What this task involves:
Copy every line of the records below where the word "normal" occurs.
Dataset records START
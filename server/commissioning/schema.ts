import { z } from 'zod';
import { readingSchema } from '../calculators/schema';
import { idSchema, trimmed } from '../schema/fields';

/**
 * Commissioning records are made on a phone, often where the signal is poor: each carries a
 * key made on the device, so sending it twice (after a dropped connection) records it once.
 */
const recordedOnDevice = {
  clientKey: z.uuid('Missing the record key made on the device.'),
  /** When it was done on site; a record queued offline arrives later. */
  testedAt: z.iso
    .datetime({ offset: true, error: 'Send the time as an ISO 8601 date-time.' })
    .optional(),
  note: trimmed(500, 'Note').default(''),
};

export const walkTestInputSchema = z
  .object({
    ...recordedOnDevice,
    zoneId: idSchema,
    secureReading: readingSchema,
    alarmReading: readingSchema.nullable().default(null),
    activated: z.boolean({ error: 'Say whether the panel showed the zone when you walked it.' }),
  })
  .strict();
export type WalkTestInput = z.input<typeof walkTestInputSchema>;

export const SITING_ITEMS = [
  'not_facing_windows',
  'away_from_heat',
  'out_of_direct_sun',
  'away_from_draughts',
  'clear_of_insects_and_pets',
  'height_and_angle',
] as const;
export type SitingItem = (typeof SITING_ITEMS)[number];

export const SITING_ITEM_LABELS: Record<SitingItem, string> = {
  not_facing_windows: 'Not facing a window',
  away_from_heat: 'Away from radiators, heaters, cookers and other heat sources',
  out_of_direct_sun: 'Out of direct sunlight, including sun that moves across the room',
  away_from_draughts: 'Away from draughts, air vents and fans',
  clear_of_insects_and_pets: 'Where insects cannot crawl on the lens, and beyond pets’ reach',
  height_and_angle: 'At the height and angle the maker gives, with a clear view',
};

export const sitingCheckInputSchema = z
  .object({
    ...recordedOnDevice,
    zoneId: idSchema,
    answers: z
      .object(
        Object.fromEntries(SITING_ITEMS.map((item) => [item, z.boolean()])) as Record<
          SitingItem,
          z.ZodBoolean
        >,
      )
      .strict(),
  })
  .strict();
export type SitingCheckInput = z.input<typeof sitingCheckInputSchema>;

const volts = z
  .number({ error: 'Enter volts, e.g. 12.8.' })
  .min(0, 'Volts cannot be negative.')
  .max(30, 'Over 30 V? Check the meter range.');

export const systemTestInputSchema = z.discriminatedUnion('kind', [
  z
    .object({
      ...recordedOnDevice,
      kind: z.literal('sounders'),
      internalSounded: z.boolean(),
      externalSounded: z.boolean(),
      strobeFlashed: z.boolean(),
    })
    .strict(),
  z
    .object({
      ...recordedOnDevice,
      kind: z.literal('signalling'),
      pathPosition: z.number().int().min(1).max(4),
      receivedByCentre: z.boolean(),
      centreReference: trimmed(40, 'Reference').default(''),
    })
    .strict(),
  z
    .object({
      ...recordedOnDevice,
      kind: z.literal('battery'),
      restingVolts: volts,
      loadVolts: volts,
      loadAmps: z.number().positive('Enter the load current in amps.').max(20),
      loadMinutes: z.number().int().min(1).max(120),
    })
    .strict(),
]);
export type SystemTestInput = z.input<typeof systemTestInputSchema>;

/**
 * A 12 V lead-acid battery is sound when it rests at 12.5 V or more and holds 12.0 V or more
 * under load (common practice, no source).
 */
export const BATTERY_MIN_RESTING_VOLTS = 12.5;
export const BATTERY_MIN_LOADED_VOLTS = 12.0;

// --- Responses ---------------------------------------------------------------------------------

export const LOOP_STATES = [
  'normal',
  'alarm',
  'open_circuit',
  'short_circuit',
  'out_of_tolerance',
] as const;

export const walkTestSchema = z.object({
  id: z.string(),
  zoneId: z.string(),
  secureReadingOhms: z.number().nullable(),
  secureState: z.enum(LOOP_STATES),
  alarmReadingOhms: z.number().nullable(),
  alarmState: z.enum(LOOP_STATES).nullable(),
  activated: z.boolean(),
  passed: z.boolean(),
  failures: z.array(z.string()),
  note: z.string(),
  testedBy: z.string().nullable(),
  testedAt: z.string(),
});
export type WalkTest = z.infer<typeof walkTestSchema>;

export const preIssueProblemSchema = z.object({
  code: z.string(),
  severity: z.enum(['blocking', 'advice']),
  message: z.string(),
  zoneId: z.string().nullable(),
});
export type PreIssueProblem = z.infer<typeof preIssueProblemSchema>;

export const preIssueCheckSchema = z.object({
  clear: z.boolean(),
  problems: z.array(preIssueProblemSchema),
});
export type PreIssueCheck = z.infer<typeof preIssueCheckSchema>;
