import type { Knex } from 'knex';
import type { z } from 'zod';
import { recordAuditEntry, type AuditEntryInput } from '../audit/repository';
import { classifyReading, STATE_NAMES, type Band } from '../calc/loop';
import { formatOhms } from '../calc/notation';
import { ROMAN } from '../calc/grade';
import { loopDesignFor, siteEngineering } from '../engineering/site-engineering';
import { ConflictError, NotFoundError, ValidationError } from '../http/errors';
import type { SiteAccess } from '../sites/access';
import { findSystemRow } from '../systems/repository';
import { listZones } from '../zones/repository';
import type { Zone } from '../zones/schema';
import {
  findWalkTestByKey,
  latestSitingChecks,
  latestSystemTests,
  latestWalkTests,
  toWalkTest,
  type WalkTestRow,
} from './repository';
import {
  BATTERY_MIN_LOADED_VOLTS,
  BATTERY_MIN_RESTING_VOLTS,
  SITING_ITEMS,
  type PreIssueCheck,
  type PreIssueProblem,
  type sitingCheckInputSchema,
  type systemTestInputSchema,
  type walkTestInputSchema,
} from './schema';

type Actor = Pick<AuditEntryInput, 'actorUserId' | 'actorLabel' | 'ip' | 'requestId'>;

const describeReading = (ohms: number) => (Number.isFinite(ohms) ? formatOhms(ohms) : 'open (OL)');
const describeBand = (band: Band) =>
  Number.isFinite(band.highOhms)
    ? `${formatOhms(band.lowOhms)} to ${formatOhms(band.highOhms)}`
    : `above ${formatOhms(band.lowOhms)}`;

/** The walk-test verdict in plain words, one line per reason it failed. */
export function walkTestFailures(
  secure: ReturnType<typeof classifyReading>,
  secureOhms: number,
  alarm: ReturnType<typeof classifyReading> | null,
  alarmOhms: number | null,
  activated: boolean,
): string[] {
  const failures: string[] = [];
  if (!activated) failures.push('The panel did not show the zone when the detector was walked.');
  if (secure.state !== 'normal') {
    failures.push(
      secure.state === 'out_of_tolerance'
        ? `The secure reading (${describeReading(secureOhms)}) is out of tolerance: nearest is ${STATE_NAMES[secure.band.state].toLowerCase()}, ${describeBand(secure.band)}.`
        : `The secure reading (${describeReading(secureOhms)}) reads as ${STATE_NAMES[secure.state].toLowerCase()}, not normal.`,
    );
  }
  // Every wiring has an alarm band; on two-resistor loops an open reading is a cut, not an alarm.
  if (alarm && alarmOhms !== null && alarm.state !== 'alarm') {
    failures.push(
      `The alarm reading (${describeReading(alarmOhms)}) reads as ${STATE_NAMES[alarm.state].toLowerCase()}, not alarm.`,
    );
  }
  return failures;
}

async function zoneOfSite(db: Knex, siteId: string, zoneId: string) {
  const system = await findSystemRow(db, siteId);
  if (!system) throw new ConflictError('Record the system and its zones before commissioning.');
  const zone = (await listZones(db, system.id)).find((candidate) => candidate.id === zoneId);
  if (!zone)
    throw new ValidationError([
      { path: 'body.zoneId', message: 'That zone is not on this site’s schedule.' },
    ]);
  return { system, zone };
}

/**
 * Records one walk test, classifying both readings against the zone's loop design. Sent twice
 * with the same key (a retry after a dropped connection), it is recorded once.
 */
export async function recordWalkTest(
  db: Knex,
  access: SiteAccess,
  input: z.output<typeof walkTestInputSchema>,
  actor: Actor,
) {
  const previous = await findWalkTestByKey(db, input.clientKey);
  if (previous) {
    if (previous.zone_id !== input.zoneId)
      throw new ConflictError('That record key was already used for another zone.');
    return { created: false, walkTest: toWalkTest(previous) };
  }
  const { system, zone } = await zoneOfSite(db, access.id, input.zoneId);
  const design = loopDesignFor(zone, system);
  let secure: ReturnType<typeof classifyReading>;
  try {
    secure = classifyReading(design, input.secureReading);
  } catch (error) {
    throw new ValidationError([
      {
        path: 'body.zoneId',
        message: `This zone’s loop is not fully recorded: ${(error as Error).message}`,
      },
    ]);
  }
  const alarm = input.alarmReading === null ? null : classifyReading(design, input.alarmReading);
  const failures = walkTestFailures(
    secure,
    input.secureReading,
    alarm,
    input.alarmReading,
    input.activated,
  );
  const testedAt = input.testedAt ? new Date(input.testedAt) : new Date();
  if (testedAt.getTime() > Date.now() + 5 * 60 * 1000) {
    throw new ValidationError([
      {
        path: 'body.testedAt',
        message: 'A test cannot be dated in the future; check the phone’s clock.',
      },
    ]);
  }

  const row = await db.transaction(async (trx) => {
    const [inserted] = await trx('walk_tests')
      .insert({
        zone_id: zone.id,
        client_key: input.clientKey,
        secure_reading_ohms: Number.isFinite(input.secureReading) ? input.secureReading : null,
        secure_open: !Number.isFinite(input.secureReading),
        secure_state: secure.state,
        alarm_reading_ohms:
          input.alarmReading !== null && Number.isFinite(input.alarmReading)
            ? input.alarmReading
            : null,
        alarm_open: input.alarmReading !== null && !Number.isFinite(input.alarmReading),
        alarm_state: alarm?.state ?? null,
        activated: input.activated,
        passed: failures.length === 0,
        failures: JSON.stringify(failures),
        note: input.note,
        tested_by: actor.actorUserId,
        tested_at: testedAt,
      })
      .returning<WalkTestRow[]>('*');
    await recordAuditEntry(trx, {
      ...actor,
      action: 'walk_test.recorded',
      entityType: 'zone',
      entityId: zone.id,
      organisationId: access.installerId,
      summary: `Walk test of zone ${zone.number} (${zone.location}): ${failures.length === 0 ? 'passed' : 'failed'}, secure ${describeReading(input.secureReading)} ${STATE_NAMES[secure.state].toLowerCase()}`,
    });
    return inserted!;
  });
  return {
    created: true,
    walkTest: toWalkTest({ ...row, tested_by_name: actor.actorLabel ?? null }),
  };
}

export async function recordSitingCheck(
  db: Knex,
  access: SiteAccess,
  input: z.output<typeof sitingCheckInputSchema>,
  actor: Actor,
) {
  const existing = await db('siting_checks').where({ client_key: input.clientKey }).first();
  if (existing) return { created: false, allClear: existing.all_clear as boolean };
  const { zone } = await zoneOfSite(db, access.id, input.zoneId);
  const allClear = SITING_ITEMS.every((item) => input.answers[item]);
  await db.transaction(async (trx) => {
    await trx('siting_checks').insert({
      zone_id: zone.id,
      client_key: input.clientKey,
      answers: JSON.stringify(input.answers),
      all_clear: allClear,
      note: input.note,
      checked_by: actor.actorUserId,
      checked_at: input.testedAt ? new Date(input.testedAt) : new Date(),
    });
    await recordAuditEntry(trx, {
      ...actor,
      action: 'siting.checked',
      entityType: 'zone',
      entityId: zone.id,
      organisationId: access.installerId,
      summary: `Siting of zone ${zone.number} (${zone.location}) checked: ${allClear ? 'all clear' : 'needs attention'}`,
    });
  });
  return { created: true, allClear };
}

export async function recordSystemTest(
  db: Knex,
  access: SiteAccess,
  input: z.output<typeof systemTestInputSchema>,
  actor: Actor,
) {
  const existing = await db('system_tests').where({ client_key: input.clientKey }).first();
  if (existing) return { created: false, passed: existing.passed as boolean };
  const system = await findSystemRow(db, access.id);
  if (!system) throw new ConflictError('Record the system before testing it.');
  const { clientKey, testedAt, note, kind, ...details } = input;
  let passed: boolean;
  switch (input.kind) {
    case 'sounders':
      passed = input.internalSounded && input.externalSounded;
      break;
    case 'signalling':
      passed = input.receivedByCentre;
      break;
    case 'battery':
      passed =
        input.restingVolts >= BATTERY_MIN_RESTING_VOLTS &&
        input.loadVolts >= BATTERY_MIN_LOADED_VOLTS;
      break;
  }
  await db.transaction(async (trx) => {
    await trx('system_tests').insert({
      system_id: system.id,
      client_key: clientKey,
      kind,
      passed,
      details: JSON.stringify({ ...details, note }),
      tested_by: actor.actorUserId,
      tested_at: testedAt ? new Date(testedAt) : new Date(),
    });
    await recordAuditEntry(trx, {
      ...actor,
      action: `system_test.${kind}`,
      entityType: 'system',
      entityId: system.id,
      organisationId: access.installerId,
      summary: `${kind[0]!.toUpperCase()}${kind.slice(1)} test ${passed ? 'passed' : 'failed'}`,
      changes: { details: { to: details } },
    });
  });
  return { created: true, passed };
}

const MOTION_DETECTORS: Zone['detectorKind'][] = ['pir', 'dual_technology'];

/**
 * Everything that stands between this system and a handover pack, in plain words. Blocking
 * problems must be fixed (or, in the handover issue, accepted by the customer as a variation).
 */
export async function preIssueCheck(db: Knex, siteId: string): Promise<PreIssueCheck> {
  const problems: PreIssueProblem[] = [];
  const block = (code: string, message: string, zoneId: string | null = null) =>
    problems.push({ code, severity: 'blocking', message, zoneId });
  const advise = (code: string, message: string, zoneId: string | null = null) =>
    problems.push({ code, severity: 'advice', message, zoneId });

  const site = await db('sites').where({ id: siteId }).first();
  if (!site) throw new NotFoundError();
  const system = await findSystemRow(db, siteId);
  if (!system) {
    block('no_system', 'The control panel, power supply and zones are not recorded yet.');
    return { clear: false, problems };
  }
  const [engineering, zones, walkTests, siting, systemTests, keyholders] = await Promise.all([
    siteEngineering(db, siteId),
    listZones(db, system.id),
    latestWalkTests(db, system.id),
    latestSitingChecks(db, system.id),
    latestSystemTests(db, system.id),
    db('keyholders').where({ site_id: siteId }).count<{ count: number }[]>('* as count'),
  ]);

  if (zones.length === 0) block('no_zones', 'No zones are on the schedule.');
  const walkByZone = new Map(walkTests.map((test) => [test.zone_id, test]));
  const sitingByZone = new Map(siting.map((check) => [check.zone_id, check]));
  for (const zone of zones) {
    const name = `Zone ${zone.number} (${zone.location})`;
    const designProblems =
      engineering?.zones.find((entry) => entry.zoneId === zone.id)?.problems ?? [];
    for (const problem of designProblems) block('loop_design', `${name}: ${problem}`, zone.id);
    const test = walkByZone.get(zone.id);
    if (!test) block('untested_zone', `${name} has not been walk-tested.`, zone.id);
    else if (!test.passed) {
      const reason =
        test.secure_state === 'out_of_tolerance'
          ? 'its secure reading is out of tolerance'
          : test.secure_state !== 'normal'
            ? `its secure reading showed ${STATE_NAMES[test.secure_state].toLowerCase()}`
            : !test.activated
              ? 'the panel did not show it when walked'
              : 'its alarm reading was wrong';
      block(
        'failed_walk_test',
        `${name} failed its last walk test: ${reason}. Put it right and test it again.`,
        zone.id,
      );
    }
    if (MOTION_DETECTORS.includes(zone.detectorKind)) {
      const check = sitingByZone.get(zone.id);
      if (!check)
        advise('siting_unchecked', `${name}: the siting checklist has not been done.`, zone.id);
      else if (!check.all_clear)
        advise(
          'siting_issue',
          `${name}: the siting checklist found something to put right.`,
          zone.id,
        );
    }
  }

  const testsByKind = new Map(systemTests.map((test) => [test.kind, test]));
  const needTest = (kind: 'sounders' | 'signalling' | 'battery', words: string) => {
    const test = testsByKind.get(kind);
    if (!test) block(`${kind}_untested`, `The ${words} test has not been done.`);
    else if (!test.passed) block(`${kind}_failed`, `The last ${words} test failed.`);
  };
  needTest('sounders', 'sounder');
  needTest('battery', 'battery');
  const monitored = site.monitoring_centre_id !== null;
  if (monitored) needTest('signalling', 'signalling');

  if (engineering) {
    if (!engineering.power.available)
      block('power_unknown', `The battery cannot be checked: ${engineering.power.reason}`);
    else if (engineering.power.passes === null)
      block('battery_unrecorded', 'The fitted battery’s capacity is not recorded.');
    else if (!engineering.power.passes) {
      block(
        'battery_too_small',
        `The battery is too small: ${engineering.power.requiredAh} Ah is needed (${engineering.power.working}) but ${engineering.power.batteryAh} Ah is fitted.`,
      );
    }
    const { grade } = engineering;
    if (grade.grade !== null && grade.grade < site.required_grade) {
      block(
        'grade_below_required',
        `The system is grade ${grade.grade} (set by ${grade.limitedBy.slice(0, 3).join(', ')}${grade.limitedBy.length > 3 ? ' and others' : ''}) but the site needs grade ${site.required_grade}.`,
      );
    }
    if (grade.ungraded.length > 0) {
      advise(
        'ungraded_components',
        `${grade.ungraded.length} component(s) have no grade recorded, so the system grade is not confirmed.`,
      );
    }
    for (const mismatch of engineering.environmentalMismatches) {
      block(
        'environmental_class',
        `${mismatch.label} is class ${ROMAN[mismatch.environmentalClass]} but its location (${mismatch.why}) needs class ${ROMAN[mismatch.required]}.`,
      );
    }
  }

  const keyholderCount = Number(keyholders[0]?.count ?? 0);
  if (monitored && keyholderCount < 2) {
    block(
      'too_few_keyholders',
      `A monitored site needs at least two keyholders; it has ${keyholderCount}.`,
    );
  }
  const expectsPolice = monitored && site.urn_status !== 'none';
  if (expectsPolice && !site.police_urn) {
    block('no_urn', 'The site expects police response but has no police URN recorded.');
  }
  return { clear: !problems.some((problem) => problem.severity === 'blocking'), problems };
}

/** The commissioning page's data in one call. */
export async function commissioningOverview(db: Knex, siteId: string) {
  const system = await findSystemRow(db, siteId);
  if (!system) return { zones: [], systemTests: [], check: await preIssueCheck(db, siteId) };
  const [zones, walkTests, siting, systemTests, check] = await Promise.all([
    listZones(db, system.id),
    latestWalkTests(db, system.id),
    latestSitingChecks(db, system.id),
    latestSystemTests(db, system.id),
    preIssueCheck(db, siteId),
  ]);
  const walkByZone = new Map(walkTests.map((test) => [test.zone_id, test]));
  const sitingByZone = new Map(siting.map((item) => [item.zone_id, item]));
  return {
    zones: zones.map((zone) => {
      const siting = sitingByZone.get(zone.id);
      return {
        zone,
        lastWalkTest: walkByZone.has(zone.id) ? toWalkTest(walkByZone.get(zone.id)!) : null,
        siting: siting
          ? {
              allClear: siting.all_clear,
              answers: siting.answers,
              checkedAt: siting.checked_at.toISOString(),
            }
          : null,
      };
    }),
    systemTests: systemTests.map((test) => ({
      kind: test.kind,
      passed: test.passed,
      details: test.details,
      testedBy: test.tested_by_name,
      testedAt: test.tested_at.toISOString(),
    })),
    check,
  };
}
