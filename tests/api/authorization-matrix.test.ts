import type { IncomingMessage } from 'node:http';
import type { Knex } from 'knex';
import request from 'supertest';
import { beforeAll, describe, expect, it } from 'vitest';
import { ROLES, type Role } from '../../server/users/roles';
import { listRoutes } from '../setup/routes';
import { createPerson } from '../setup/factories';
import { useSiteWorld, type SiteFixture, type SiteWorld } from '../setup/site-fixtures';
import { issuePackThroughApi, signDraftDirectly, waitForBuild } from '../setup/handover-fixtures';
import { signaturePng } from '../setup/signature-png';
import { alarmFromSite } from '../setup/monitoring-fixtures';

/**
 * Every route of the API, every role, against a record of their own and one of someone else's.
 * A route missing from MATRIX fails the first test: new routes cannot slip in unguarded.
 */
const { harness, db, world: currentWorld } = await useSiteWorld();
let world: SiteWorld;
/** A real issued pack (and the build that made it) on each side. */
const packs = {} as Record<Target, { packNumber: string; buildId: string }>;
/** An intruder alarm event on each side. */
const alarmEvents = {} as Record<Target, string>;
beforeAll(async () => {
  world = currentWorld();
  packs.own = await issuePackThroughApi(harness, db, world.own.siteId);
  packs.other = await issuePackThroughApi(harness, db, world.other.siteId);
  alarmEvents.own = await alarmFromSite(db, world.own.siteId);
  alarmEvents.other = await alarmFromSite(db, world.other.siteId);
});

type Target = 'own' | 'other';
interface Call {
  path: string;
  body?: unknown;
  file?: { name: string; bytes: Buffer };
  /** A server-sent event stream: read the status, then hang up. */
  stream?: boolean;
}
interface Entry {
  /**
   * Roles that may use the route on their own record; 'public' needs no sign-in; 'webhook'
   * needs no sign-in but a provider's signature (tests/api/keyholder-callout.test.ts).
   */
  allowed: readonly Role[] | 'public' | 'anyone-signed-in' | 'webhook';
  /** Whether the route addresses a record (site, organisation, home): someone else's is a 404. */
  scoped: boolean;
  call(target: Target, role: Role): Promise<Call>;
}
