import type { Knex } from 'knex';
import type { WalkTest } from './schema';

interface WalkTestRow {
  id: string;
  zone_id: string;
  secure_reading_ohms: string | null;
  secure_open: boolean;
  secure_state: WalkTest['secureState'];
  alarm_reading_ohms: string | null;
  alarm_open: boolean;
  alarm_state: WalkTest['alarmState'];
  activated: boolean;
  passed: boolean;
  note: string;
  tested_by_name: string | null;
  tested_at: Date;
  failures: string[];
}

const ohms = (value: string | null, open: boolean) =>
  open ? null : value === null ? null : Number(value);

export function toWalkTest(row: WalkTestRow): WalkTest {
  return {
    id: row.id,
    zoneId: row.zone_id,
    secureReadingOhms: ohms(row.secure_reading_ohms, row.secure_open),
    secureState: row.secure_state,
    alarmReadingOhms: ohms(row.alarm_reading_ohms, row.alarm_open),
    alarmState: row.alarm_state,
    activated: row.activated,
    passed: row.passed,
    failures: row.failures,
    note: row.note,
    testedBy: row.tested_by_name,
    testedAt: row.tested_at.toISOString(),
  };
}

/** The newest walk test of each zone of a system, in one query. */
export function latestWalkTests(db: Knex, systemId: string) {
  return db
    .select('w.*', 'u.display_name as tested_by_name')
    .from(
      db.raw(
        '(select distinct on (zone_id) * from walk_tests where zone_id in (select id from zones where system_id = ?) order by zone_id, tested_at desc, recorded_at desc) as w',
        [systemId],
      ),
    )
    .leftJoin('users as u', 'u.id', 'w.tested_by') as unknown as Promise<WalkTestRow[]>;
}

export function findWalkTestByKey(db: Knex, clientKey: string) {
  return db('walk_tests as w')
    .leftJoin('users as u', 'u.id', 'w.tested_by')
    .where('w.client_key', clientKey)
    .first<WalkTestRow | undefined>('w.*', 'u.display_name as tested_by_name');
}

export interface SitingRow {
  zone_id: string;
  answers: Record<string, boolean>;
  all_clear: boolean;
  checked_at: Date;
}

export function latestSitingChecks(db: Knex, systemId: string) {
  return db
    .select('*')
    .from(
      db.raw(
        '(select distinct on (zone_id) * from siting_checks where zone_id in (select id from zones where system_id = ?) order by zone_id, checked_at desc) as s',
        [systemId],
      ),
    ) as unknown as Promise<SitingRow[]>;
}

export interface SystemTestRow {
  id: string;
  kind: 'sounders' | 'signalling' | 'battery';
  passed: boolean;
  details: Record<string, unknown>;
  tested_at: Date;
  tested_by_name: string | null;
}

export function latestSystemTests(db: Knex, systemId: string) {
  return db
    .select('t.*', 'u.display_name as tested_by_name')
    .from(
      db.raw(
        '(select distinct on (kind) * from system_tests where system_id = ? order by kind, tested_at desc, recorded_at desc) as t',
        [systemId],
      ),
    )
    .leftJoin('users as u', 'u.id', 't.tested_by') as unknown as Promise<SystemTestRow[]>;
}

export type { WalkTestRow };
Dataset records END
Task result:
  'normal',
  if (secure.state !== 'normal') {
        : `The secure reading (${describeReading(secureOhms)}) reads as ${STATE_NAMES[secure.state].toLowerCase()}, not normal.`,
          : test.secure_state !== 'normal'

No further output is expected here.